The fun came to an end in the mid-1970s after Ms Hulanicki had lost control of the business to Dorothy Perkins. She slowly watched her empire subside in a series of boardroom battles that are described in painful detail in her autobiography, From A to Biba, published in 1983.

Allan Thomas, who designed prints for Biba on a freelance basis after graduating from Central School of Art in 1972, believes that the business also lost its creative energy in those final years. 'The big mistake was that they didn't shift the image. Fiorucci followed a similar formula, but he moved on and kept undating. By 1975, I was trying to show them new prints, but they always wanted the same, the typical Biba. They should have known that nothing is for ever in fashion.'

Like many who remember the original Biba, Thomas has reservations about today's early Seventies revival. 'Frankly, it was one of the ugliest periods of fashion. Much of it was absolutely dire.'

Hulanicki thinks this Seventies revival won't last long in its present form. 'When designers start using spots, stripes and leopard skin, you know they're in trouble. The interest in Biba suggests that fashion is in a transition stage. It's the start of a new feeling, but designers still have to develop their own look.'

Biba fashion was made for women with tiny shoulders and asparagus legs. Few women who bought Biba can still wear their clothes. Ms Bentley says: 'I have a black jersey dress in size eight, the anorexic norm for that time. There's no way I can get into it now.'

Years later, Ms Hulanicki frankly acknowledged that some of her clothes were uncomfortable. She said that the celebrated Biba smocks 'itched and stopped the girls' arms from bending'. Her long, skinny sleeves were 'so tight they hindered the circulation'. In the early days, she admits, her best customers were 'post-war babies who had been deprived of nourishing protein and grew up into beautiful, skinny people: a designer's dream'.

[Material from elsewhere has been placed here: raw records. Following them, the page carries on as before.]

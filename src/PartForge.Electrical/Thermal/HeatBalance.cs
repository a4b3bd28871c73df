namespace PartForge.Electrical.Thermal;

/// <summary>
/// The steady temperature of a body that sheds its heat through a thermal resistance to air at a fixed temperature while
/// its heat depends on its temperature (a winding whose resistance rises with it): the root of
/// g(T) = T - T_air - R_th P(T) at or above T_air. g(T_air) = -R_th P(T_air) is at most 0, and every loss this project
/// feeds in is bounded, so a root lies in a bracket found by doubling; it is found by false position with the Illinois
/// modification (a bracketing method: it cannot run away), to 1e-6 K.
/// </summary>
public static class HeatBalance
{
    /// <summary>Temperature tolerance of the solution, K.</summary>
    public const double ToleranceK = 1e-6;

    /// <summary>Solves for the steady temperature; returns it, the heat at it, and how many times the heat was evaluated.</summary>
    public static (double TemperatureC, double HeatW, int Evaluations) Solve(double airC, double resistanceKPerW, Func<double, double> heatAtW)
    {
        ArgumentNullException.ThrowIfNull(heatAtW);
        int n = 0;
        double G(double t) { n++; return t - airC - resistanceKPerW * Math.Max(0, heatAtW(t)); }
        double lo = airC, glo = G(lo);
        if (!(glo < 0) || !(resistanceKPerW > 0)) return (airC, Math.Max(0, heatAtW(airC)), n);
        double span = Math.Max(1, -2 * glo), hi = airC + span, ghi = G(hi);
        while (ghi < 0 && span < 1e7) { lo = hi; glo = ghi; span *= 2; hi = airC + span; ghi = G(hi); }
        if (ghi < 0) return (hi, Math.Max(0, heatAtW(hi)), n); // not reached for a bounded heat; kept finite
        int side = 0;
        for (int it = 0; it < 200 && hi - lo > ToleranceK; it++)
        {
            double t = (lo * ghi - hi * glo) / (ghi - glo);
            if (!(t > lo && t < hi)) t = 0.5 * (lo + hi);
            double gt = G(t);
            if (gt == 0) { lo = hi = t; break; }
            if (gt < 0)
            {
                lo = t; glo = gt;
                if (side == -1) ghi /= 2;
                side = -1;
            }
            else
            {
                hi = t; ghi = gt;
                if (side == 1) glo /= 2;
                side = 1;
            }
        }
        double temp = 0.5 * (lo + hi);
        return (temp, Math.Max(0, heatAtW(temp)), n);
    }
}
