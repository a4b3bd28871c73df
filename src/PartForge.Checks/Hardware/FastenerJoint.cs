using PartForge.Design.Materials;
using PartForge.Design.Parts;

using PartForge.Design.Hardware;

namespace PartForge.Checks.Hardware;

/// <summary>How a joint's fasteners are made.</summary>
public enum JointKind
{
    /// <summary>A stud (threaded rod) with a nut and washer at each end, both nuts on parts of the machine.</summary>
    ThroughStud,

    /// <summary>A screw (or stud) that clamps the machine's parts to a hub or frame outside the design.</summary>
    BoltToMount,
}

/// <summary>Which hole pattern of the design a joint uses.</summary>
public enum HolePattern
{
    /// <summary>The rotor bolt circle (<c>rotor.bolt_circle</c>).</summary>
    RotorBoltCircle,

    /// <summary>The stator mount holes (<c>stator.mount</c>).</summary>
    StatorMount,
}

/// <summary>One part clamped by a joint, and the copy of it, bottom to top.</summary>
public readonly record struct ClampedPart(PartId Part, Material Material, double BottomZMm, double ThicknessMm)
{
    public double TopZMm => BottomZMm + ThicknessMm;
}

/// <summary>
/// A set of identical fasteners on one hole pattern that clamp a contiguous run of parts, read from the placed
/// parts (<see cref="FastenerPlanner"/>). The grip is the sum of the clamped parts' thicknesses.
/// </summary>
public sealed record FastenerJoint
{
    public required HolePattern Pattern { get; init; }
    public required JointKind Kind { get; init; }

    /// <summary>The thread the pattern's hole takes (ISO 273 fine series rule); null when the hole is below M1.6's.</summary>
    public required MetricThread? Thread { get; init; }

    /// <summary>The ISO 273 series the hole falls in.</summary>
    public required string HoleSeries { get; init; }

    public required double HoleMm { get; init; }
    public required double CircleDiameterMm { get; init; }
    public required int Count { get; init; }

    /// <summary>The parts between the nuts (or between the head and the mount), bottom to top.</summary>
    public required IReadOnlyList<ClampedPart> Clamped { get; init; }

    /// <summary>Sum of the clamped parts' thicknesses, mm (equal to the stack's height, which is contiguous).</summary>
    public double GripMm => Clamped.Sum(c => c.ThicknessMm);

    /// <summary>Torque the joint transmits, N m.</summary>
    public required double TorqueNm { get; init; }

    /// <summary>Axial magnetic pull on the clamped rotor(s) counted against the joint, N (conservative, see the planner).</summary>
    public required double PullN { get; init; }

    /// <summary>Clamp force each fastener must hold: friction for the torque plus the pull, per fastener, N.</summary>
    public required double ClampPerFastenerN { get; init; }

    /// <summary>The design key of the pattern (rotor.bolt_circle or stator.mount).</summary>
    public string Key => Pattern == HolePattern.RotorBoltCircle ? "rotor.bolt_circle" : "stator.mount";

    /// <summary>A few words for the BOM and the report.</summary>
    public string Where => Pattern == HolePattern.RotorBoltCircle ? "rotor bolt circle" : "stator mount";

    /// <summary>The part at the bottom and the part at the top of the clamped run.</summary>
    public PartId First => Clamped[0].Part;
    public PartId Last => Clamped[^1].Part;
}
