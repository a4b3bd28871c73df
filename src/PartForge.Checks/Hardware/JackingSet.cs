using PartForge.Checks.Inputs;
using PartForge.Design.Hardware;
using PartForge.Design.Parts;
using PartForge.Parts;

namespace PartForge.Checks.Hardware;

/// <summary>
/// The jacking screws of the last rotor, read from its <see cref="FeatureKind.JackHole"/> features: thread,
/// count, the parts they pass (the rotor and its back iron, if it has the holes too), the screw length
/// (those parts + <see cref="LiftMm"/>) and the pull they hold at the running gap.
/// </summary>
public sealed record JackingSet(PartId Rotor, MetricThread Thread, int Count, double PassMm, double PullN)
{
    /// <summary>How far the screws can hold the rotor off the hub spacer, mm (our choice: enough to set the rotor on
    /// the screws, align the studs and lower it; the pull there is below the running-gap pull).</summary>
    public const double LiftMm = 20;

    /// <summary>Screw length: the parts it passes plus the lift, mm.</summary>
    public double ScrewLengthMm => PassMm + LiftMm;

    public static JackingSet? From(ElectricalFacts e, IReadOnlyList<PartView> parts)
    {
        var rotor = parts.FirstOrDefault(p => p.Id.Role == PartRole.Rotor && p.OfKind(FeatureKind.JackHole).Any());
        if (rotor is null) return null;
        var holes = rotor.OfKind(FeatureKind.JackHole).ToList();
        if (MetricThreads.ForHole(2 * (holes[0].Contour.Circle?.Radius ?? 0)) is not { } pick) return null;
        double pass = rotor.Instances[0].HeightMm;
        var ri = rotor.Instances[0];
        // The back-iron copy that lies on this rotor's back face (hosted by it) and carries the jack holes too.
        foreach (var p in parts.Where(p => p.Id.Role == PartRole.BackIron && p.OfKind(FeatureKind.JackHole).Any()))
            pass += p.Instances.Where(i => i.Host == rotor.Id).Sum(i => i.HeightMm);
        double pull = e.PullOnRotorN.TryGetValue(rotor.Id, out double f) ? Math.Max(0, f) : 0;
        return new JackingSet(rotor.Id, pick.Thread, holes.Count, pass, pull);
    }
}
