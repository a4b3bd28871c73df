namespace PartForge.Checks.Hardware;

/// <summary>One step of putting the machine together, in order, with the axial magnetic pull the builder works
/// against while doing it (N; 0 when no magnet attracts another part across the step) and its caution, if any.</summary>
public sealed record AssemblyStep(int Order, string Action, double PullN, string PullNote, string? Caution);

This week she pointed out that technological advances in fashion might make her clothes fit rather more successfully today. 'We never had stretch fabrics with Lycra, fabrics that move with the body.'

Itchy and uncomfortable, or stretchy and versatile, teenagers of the Nineties don't worry about such trifles. In the spring of 1993, the Biba look is back in again. To be young, size eight, and dressed in Biba (or a contemporary imitation), is to be in heaven. The shops may be history, but the spirit lives on.

'Biba, the Label, the Lifestyle, the Look' opens at the Laing Art Gallery, Newcastle-upon-Tyne, on 19 February till 6 June; at Aberdeen Art Gallery from 3 to 31 July; and Leicester Museum and Art Gallery from 21 August to 14 November.

An exhibition of photographs by Justin de Villeneuve, 'The Five Years, 1968-1973', opens on 9 May at the Northcote Gallery, Battersea.